Quebrar as regras, por um lado, "dando visibilidade a pessoas ou suportes ou maneiras de fazer que normalmente não têm espaço aqui" e deixando-os ocupar todos os espaços e todos os horários. Por outro lado, permitindo a entrada, gratuita ou a preço reduzido, dos espectadores. E dando liberdade, a uns e a outros.

Anabela Mota Ribeiro gostaria que houvesse "uma ocupação pela comunidade. As portas estão abertas e as pessoas podem entrar. E é também uma tentativa de levar o teatro à casa de cada pessoa (casa--corpo, casa-família), para que isto não seja o espaço onde vamos episodicamente ver algum espetáculo mas com o qual não temos uma especial ligação. Queremos promover este trânsito."

Como se fosse uma casa. "Na casa existem muitas pessoas, que às vezes estão à volta de uma mesa na cozinha, depois uma vai à casa de banho, outros estão na sala ou no quarto, e as pessoas circulam de um lado para o outro. A casa é um espaço aberto, onde acontecem várias coisas ao mesmo tempo", explica André. A programação extensa obrigará as pessoas a fazerem escolhas.

Quem está em casa?

A partir destes princípios, o desafio seguinte foi escolher as atividades. "Queremos interrogar o que é uma casa, os protagonistas da casa, os espaços da casa, o enredo da casa, o sentimento de estar em casa - estes são pontos de partida para muitas destas atividades", diz a jornalista.

"O espaço da casa, sendo de intimidade, é também um espaço de partilha de experiências e de afetos, os amigos são a nossa identidade - eu sou feito dessas pessoas todas que nos deram coisas", diz André Teodósio. Por isso, os convites foram, antes de mais, feitos aos amigos ou a pessoas com quem têm algum tipo de afinidade. Além disso, há outro critério assumido: alguns artistas foram deserdados pelo Ministério da Cultura, "ficaram sem casa", num sentido metafórico, e são por isso aqui acolhidos.

E, para além disto tudo, havia que cumprir o critério mais importante: apresentar projetos que tenham que ver ou façam alguma reflexão sobre a ideia de casa. É o que acontece, por exemplo, no concerto inédito de Sérgio Godinho e Filipe Raposo. "Vai ser um pequeno concerto, de 45 minutos, só com voz em piano, em que vamos tocar algumas das minhas canções que falam deste universo mais doméstico", explica o músico. Como por exemplo 2.º Andar Direito, um tema de Pano-Cru (1978), ou a canção que dá nome ao espetáculo, Pequenos Delírios Domésticos, que está no álbum Tinta Permanente (1993) e que Sérgio Godinho raramente toca ao vivo.

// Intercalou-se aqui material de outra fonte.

describe('SerialSource through a real pseudo-terminal', () => {
  it('delivers a clean stream with exact volts and tach edges, no gaps', async () => {
    await pty.start();
    const src = makeSource();
    const info = await src.open();
    expect(info).toMatchObject({ sampleRate: RATE, channelCount: CHANNELS });
    const got = consume(src);
    await waitFor('connection', () => src.health().connected);
    writer = await DeviceWriter.open(pty.boardPath);
    const board = newBoard(5000);
    for (let k = 0; k < 60; k++) await writer.write(board.nextFrame());
    await waitFor('60 blocks', () => got.blocks.length === 60);
    expect(got.gaps).toEqual([]);
    expect(got.blocks.map((b) => b.startIndex)).toEqual(
      Array.from({ length: 60 }, (_, k) => 5000 + k * SPF),
    );
    expectExact(got.blocks);
    expect(got.blocks.reduce((n, b) => n + b.tachEdges.length, 0)).toBe(
      Math.floor((5000 + 60 * SPF - FIRST_EDGE) / EDGE_PERIOD) -
        Math.ceil((5000 - FIRST_EDGE) / EDGE_PERIOD) +
        1,
    );
    const h = src.health();
    expect(h).toMatchObject({
      frames_ok: 60,
      crc_errors: 0,
      bad_lengths: 0,
      resyncs: 0,
      bytes_skipped: 0,
      gaps: 0,
      samples_lost: 0,
      reconnects: 0,
    });
    // The agent tried to assert DTR and RTS: a pseudo-terminal has no modem lines and refuses the
    // ioctl (Linux tty driver).
    expect(h.modem_lines).toMatch(/^not supported by the device \(.*Inappropriate ioctl/);
    expect(
      log.lines.filter(
        (l) =>
          l.level === 'info' &&
          /: opened, 8N1 at 921600 bit\/s, DTR and RTS not supported by the device/.test(l.msg),
      ).length,
    ).toBe(1);
    // Version 1 frames: no timing declared.
    expect(h).toMatchObject({ protocol_version: 1, sample_delay_ticks: null, timing_faults: 0 });
    // Every block carries the wall-clock time it arrived, for the runtime's time anchoring.
    expect(
      got.arrivals.every(
        (t, i) => t >= (got.arrivals[i - 1] ?? 0) && Math.abs(t - Date.now()) < 30_000,
      ),
    ).toBe(true);
    await src.close();
    await got.done; // the item stream ends on close
  });

  it('resynchronises after garbage between frames and inside a frame; the hit frame is an exact gap', async () => {
    const { src, got, w } = await startStreaming();
    const board = newBoard();
    for (let k = 0; k < 10; k++) await w.write(board.nextFrame());
    // Garbage without the sync word's first byte, so every one of its bytes must be skipped.
    const junk = Buffer.from(
      Array.from({ length: 500 }, (_, i) =>
        ((i * 37 + 11) & 0xff) === 0xa5 ? 0x42 : (i * 37 + 11) & 0xff,
      ),
    );
    await w.write(junk);
    for (let k = 10; k < 20; k++) await w.write(board.nextFrame());
    const hitIndex = board.nextIndex;
    const hit = Buffer.from(board.nextFrame());
    const hitWithJunk = Buffer.concat([
      hit.subarray(0, 300),
      junk.subarray(0, 77),
      hit.subarray(300),
    ]);
    await w.write(hitWithJunk);
    for (let k = 21; k < 30; k++) await w.write(board.nextFrame());
    await waitFor('29 blocks', () => got.blocks.length === 29);
    const h = src.health();
    expect(h.frames_ok).toBe(29);
    expect(h.resyncs).toBe(2);
    expect(h.crc_errors).toBe(1);
    expect(h.bytes_skipped).toBe(500 + hitWithJunk.length);
    expect(got.gaps).toEqual([
      expect.objectContaining({
        fromIndex: hitIndex,
        toIndex: hitIndex + SPF,
        reason: expect.stringMatching(/sequence jump 19 -> 21.*1 CRC error/),
      }),
    ]);
    expect(h).toMatchObject({ gaps: 1, samples_lost: SPF });
    expectExact(got.blocks);
  });

  it('reports damaged CRCs, bad lengths and dropped frames as gaps with exact bounds, logging once per burst', async () => {
    const { src, got, w } = await startStreaming();
    const board = newBoard(1_000_000);
    const expectedGaps: [number, number][] = [];
    for (let k = 0; k < 40; k++) {
      const at = board.nextIndex;
      if (k >= 5 && k < 25 && k % 2 === 1) {
        // A burst of 10 frames with one flipped bit in a sample.
        const f = Buffer.from(board.nextFrame());
        f[f.length - 20] ^= 0x10;
        await w.write(f);
        expectedGaps.push([at, at + SPF]);
      } else if (k === 30) {
        const f = Buffer.from(board.nextFrame());
        f.writeUInt32LE(f.readUInt32LE(8) - 6, 8);
        await w.write(f);
        expectedGaps.push([at, at + SPF]);
      } else if (k >= 33 && k < 36) {
        board.skipFrame(); // lost on the link
        if (k === 33) expectedGaps.push([at, at + 3 * SPF]);
      } else await w.write(board.nextFrame());
    }
    await waitFor('all good frames', () => got.blocks.length === 40 - 10 - 1 - 3);
    expect(got.gaps.map((g) => [g.fromIndex, g.toIndex])).toEqual(expectedGaps);
    expect(got.gaps[10]!.reason).toMatch(/1 bad length/);
    expect(got.gaps[11]!.reason).toBe('sequence jump 32 -> 36 (3 frame(s) missing)');
    const h = src.health();
    expect(h).toMatchObject({
      frames_ok: 26,
      crc_errors: 10,
      bad_lengths: 1,
      gaps: 12,
      samples_lost: 14 * SPF,
    });
    expectExact(got.blocks);
    // Ten CRC errors in one burst: one line when it starts, not one per frame.
    expect(log.lines.filter((l) => /CRC mismatch/.test(l.msg)).length).toBe(1);
    // Each gap of the burst stays visible: one debug line each with its bounds, the last in the
    // health report.
    const gapLines = log.lines.filter(
      (l) => l.level === 'debug' && /: gap \d+ \.\. \d+: /.test(l.msg),
    );
    expect(gapLines.map((l) => [l.fields['from_index'], l.fields['to_index']])).toEqual(
      expectedGaps,
    );
    expect(h).toMatchObject({
      last_gap_from_index: expectedGaps.at(-1)![0],
      last_gap_to_index: expectedGaps.at(-1)![1],
      last_gap_reason: 'sequence jump 32 -> 36 (3 frame(s) missing)',
    });
    await waitFor(
      'burst summary',
      () => log.lines.filter((l) => /"crc" burst over: 10 occurrence/.test(l.msg)).length === 1,
      3000,
    );
    expect(h.last_error).toMatch(/sequence jump 32 -> 36|samples lost/);
  });

  it('board-timed edges are used only with board_tach_edges: true; a disagreeing board is reported once per burst', async () => {
    const { src, got, w } = await startStreaming({ boardTachEdges: false });
    const board = newBoard();
    for (let k = 0; k < 20; k++) await w.write(board.nextFrame());
    await waitFor('20 blocks', () => got.blocks.length === 20);
    expect(got.blocks.every((b) => b.tachEdges.length === 0)).toBe(true); // edges not passed on
    expect(src.health().tach_mode_mismatches).toBe(20);
    const lines = log.lines.filter((l) =>
      /carries board-timed tach edges but acquisition\.board_tach_edges is false/.test(l.msg),
    );
    expect(lines.length).toBe(1);
    expect(lines[0]!.level).toBe('warn');
  });

  it('bad input from the board: a rate beyond the tolerance and an impossible timing declaration, each one warning, counted, sampling goes on', async () => {
    const { src, got, w } = await startStreaming({ sampleRateTolerancePpm: 100 });
    const mk = (
      rate: number,
      first: number,
      seq: number,
      timing?: { sampleDelayTicks: number; tachDelayTicks: number; skewTicks: number[] },
    ) =>
      new BoardEmulator(new RampSignal(), {
        sampleRateHz: rate,
        samplesPerFrame: SPF,
        format: 'int24',
        scaleVPerCount: SCALES,
        offsetV: OFFSETS,
        tachTimed: true,
        firstSample: first,
        firstSequence: seq,
        ...(timing ? { timing } : {}),
      });
    // 25 700 Hz is +3906 ppm: rejected; 25 601 Hz is +39 ppm: accepted.
    const far = mk(25_700, 0, 0);
    for (let k = 0; k < 10; k++) await w.write(far.nextFrame());
    const near = mk(25_601, far.nextIndex, far.nextSequence);
    for (let k = 0; k < 10; k++) await w.write(near.nextFrame());
    // A skew of 1.5 sample periods is impossible: samples still delivered.
    const bad = mk(RATE, near.nextIndex, near.nextSequence, {
      sampleDelayTicks: 38,
      tachDelayTicks: 0,
      skewTicks: [0, 1.5, 0, 0],
    });
    for (let k = 0; k < 10; k++) await w.write(bad.nextFrame());
    await waitFor('20 blocks', () => got.blocks.length === 20);
    const h = src.health();
    expect(h).toMatchObject({
      connected: true,
      frames_ok: 20,
      rejected_frames: 10,
      timing_faults: 10,
      protocol_version: 2,
      sample_delay_ticks: null,
    });
    const rate = log.lines.filter((l) =>
      /sample rate 25700 Hz declared, \+3906 ppm from the configured 25600 Hz, beyond the tolerance of 100 ppm/.test(
        l.msg,
      ),
    );
    expect(rate.map((l) => l.level)).toEqual(['warn']);
    const timing = log.lines.filter((l) =>
      /impossible timing declaration \(channel 1 skew_ticks 1\.5 outside 0 to below 1/.test(l.msg),
    );
    expect(timing.map((l) => l.level)).toEqual(['warn']);
    expect(timing[0]!.msg).toMatch(/none yet: no delay compensation/);
  });

  it('reopens with backoff after the device vanishes, resumes sampling and reports the exact gap', async () => {
    const { src, got, w } = await startStreaming();
    const board = newBoard();
    for (let k = 0; k < 10; k++) await w.write(board.nextFrame());
    await waitFor('10 blocks', () => got.blocks.length === 10);
    const lostFrom = board.nextIndex;

    // Unplug: socat goes away with both ends of the pty.
    await w.close();
    writer = null;
    await pty.stop();
    await waitFor('disconnect noticed', () => !src.health().connected);
    await waitFor('several failed reopen attempts', () => src.health().open_failures >= 3);
    expect(src.health().last_error).toMatch(/does not exist/);
    // The board keeps sampling while unplugged: 7 frames never reach the agent.
    for (let k = 0; k < 7; k++) board.skipFrame();

    // Plug back in.
    await pty.start();
    await waitFor('reconnect', () => src.health().reconnects === 1 && src.health().connected);
    const w2 = await DeviceWriter.open(pty.boardPath);
    writer = w2;
    const resumeAt = board.nextIndex;
    for (let k = 0; k < 10; k++) await w2.write(board.nextFrame());
    await waitFor('20 blocks', () => got.blocks.length === 20);

    expect(got.gaps).toEqual([expect.objectContaining({ fromIndex: lostFrom, toIndex: resumeAt })]);
    expect(resumeAt - lostFrom).toBe(7 * SPF);
    expect(got.gaps[0]!.reason).toMatch(/sequence jump 9 -> 17 .*device disconnected/);
    expectExact(got.blocks);
    const h = src.health();
    expect(h).toMatchObject({ reconnects: 1, connected: true, samples_lost: 7 * SPF });
    // Logged once per burst: one "does not exist" line however many attempts failed.
    expect(h.open_failures).toBeGreaterThanOrEqual(3);
    expect(log.lines.filter((l) => /does not exist/.test(l.msg)).length).toBe(1);
    expect(log.lines.filter((l) => /stable serial links present now/.test(l.msg)).length).toBe(1);
  });

  it('waits for a device that is absent at start, then samples', async () => {
    const src = makeSource();
    await src.open(); // resolves although the device is not there: the agent keeps trying
    const got = consume(src);
    await waitFor('a failed attempt', () => src.health().open_failures >= 1);
    expect(src.health().connected).toBe(false);
    await pty.start();
    await waitFor('connection', () => src.health().connected);
    writer = await DeviceWriter.open(pty.boardPath);
    const board = newBoard();
    for (let k = 0; k < 3; k++) await writer.write(board.nextFrame());
    await waitFor('3 blocks', () => got.blocks.length === 3);
    expectExact(got.blocks);
    expect(src.health().reconnects).toBe(0);
  });

  it('explains "Cannot lock port" while another program holds the device, and gets it once released', async () => {
    await pty.start();
    const other = new SerialPort({ path: pty.agentPath, baudRate: 9600, autoOpen: false });
    await new Promise<void>((res, rej) => other.open((e) => (e ? rej(e) : res())));
    const src = makeSource();
    await src.open();
    await waitFor('a failed attempt', () => src.health().open_failures >= 1);
    expect(src.health().last_error).toMatch(/locked by another open handle/);
    expect(log.lines.filter((l) => /another program .* has the port open/.test(l.msg)).length).toBe(
      1,
    );
    await new Promise<void>((res) => other.close(() => res()));
    await waitFor('connection', () => src.health().connected);
  });

  it('closes and reopens a device that goes silent', async () => {
    const { src, got, w } = await startStreaming({ stallTimeoutMs: 300 });
    const board = newBoard();
    await w.write(board.nextFrame());
    await waitFor('a stall', () => src.health().stalls >= 1);
    await waitFor('reopened', () => src.health().reconnects >= 1 && src.health().connected);
    for (let k = 0; k < 3; k++) await w.write(board.nextFrame());
    await waitFor('4 blocks', () => got.blocks.length === 4);
    expectExact(got.blocks);
    expect(src.health().last_error).toMatch(/no good frame for/);
  });

  it('drops frames when the consumer falls behind and reports them as one gap', async () => {
    await pty.start();
    const src = makeSource({ queueFrames: 4 });
    await src.open();
    await waitFor('connection', () => src.health().connected);
    writer = await DeviceWriter.open(pty.boardPath);
    const board = newBoard();
    for (let k = 0; k < 12; k++) await writer.write(board.nextFrame());
    await waitFor('12 frames decoded', () => src.health().frames_ok === 12);
    const got = consume(src);
    await writer.write(board.nextFrame());
    await waitFor('5 blocks', () => got.blocks.length === 5);
    expect(got.blocks.map((b) => b.startIndex)).toEqual([0, 1, 2, 3, 12].map((k) => k * SPF));
    expect(got.gaps).toEqual([
      expect.objectContaining({
        fromIndex: 4 * SPF,
        toIndex: 12 * SPF,
        reason: expect.stringMatching(/consumer fell behind: 8 frame\(s\) dropped/),
      }),
    ]);
    expect(src.health()).toMatchObject({ overruns: 8, gaps: 1, samples_lost: 8 * SPF });
    expectExact(got.blocks);
  });

  it('carries a sine and its tach edges through unchanged within the int24 quantisation', async () => {
    const { src, got, w } = await startStreaming({ channels: 2 });
    const signal = new SineTachSignal(
      RATE,
      1485,
      [
        { amp_v: 1.5, lag_deg: 30 },
        { amp_v: 0.2, lag_deg: 120, dc_v: 10 },
      ],
      12.75,
    );
    const scale = [2 ** -22, 2 ** -19];
    const board = new BoardEmulator(signal, {
      sampleRateHz: RATE,
      samplesPerFrame: SPF,
      format: 'int24',
      scaleVPerCount: scale,
      tachTimed: true,
    });
    for (let k = 0; k < 20; k++) await w.write(board.nextFrame());
    await waitFor('20 blocks', () => got.blocks.length === 20);
    const samplesPerRev = (RATE * 60) / 1485;
    let maxErr = [0, 0];
    for (const b of got.blocks) {
      for (let i = 0; i < SPF; i++) {
        const t = b.startIndex + i - 12.75;
        const ref = [
          1.5 * Math.cos((2 * Math.PI * t) / samplesPerRev - Math.PI / 6),
          10 + 0.2 * Math.cos((2 * Math.PI * t) / samplesPerRev - (2 * Math.PI) / 3),
        ];
        for (let c = 0; c < 2; c++)
          maxErr[c] = Math.max(maxErr[c]!, Math.abs(b.channels[c]![i]! - ref[c]!));
      }
    }
    // Half a count of quantisation plus float32 rounding of the volts.
    expect(maxErr[0]).toBeLessThanOrEqual(scale[0]! / 2 + 1.5 * 2 ** -23);
    expect(maxErr[1]).toBeLessThanOrEqual(scale[1]! / 2 + 10.2 * 2 ** -23);
    const edges = got.blocks.flatMap((b) => b.tachEdges);
    expect(edges.length).toBe(Math.floor((20 * SPF - 12.75) / samplesPerRev) + 1);
    edges.forEach((e, k) => expect(e).toBeCloseTo(12.75 + k * samplesPerRev, 6));
  });
});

É também o que acontece com a "hóspede"- a brasileira Luana Carvalho, que é cantora, artista plástica, performer e que vai apresentar o seu projeto "Cais casa". É a única que vem de fora e que, porque tem de "pernoitar" no sofá da sala, vai estar por ali ao longo de todo o fim de semana e em diversos espaços.

No caso dos espetáculos de teatro e dança, a ideia de casa não aparece literalmente, mas está lá. O caixão como última morada em Terceira Idade, o espetáculo do Teatro Praga. A intimidade de um quarto escuro em Rua de Sentido Único, de Mónica Calle. A ideia do corpo como casa no solo de João Fiadeiro.

Para além das muitas aulas e conversas, onde existe uma teorização sobre tudo isto, ateliers e espetáculos para as crianças, performances de alunos de teatro e muito mais (o programa completo está no site do teatro), Anabela e André lembram que numa casa não há só pessoas, há também animais, plantas e objetos - e também disso se falará.

Bastante aguardadas são as visitas guiadas ao teatro - como é que se relacionam com aquele espaço um arquiteto, uma agente imobiliária, os artistas, a diretora do São Luiz? Como quando recebemos os amigos e vamos mostrar-lhe a nossa casa e dizemos: entrem, ponham-se à vontade.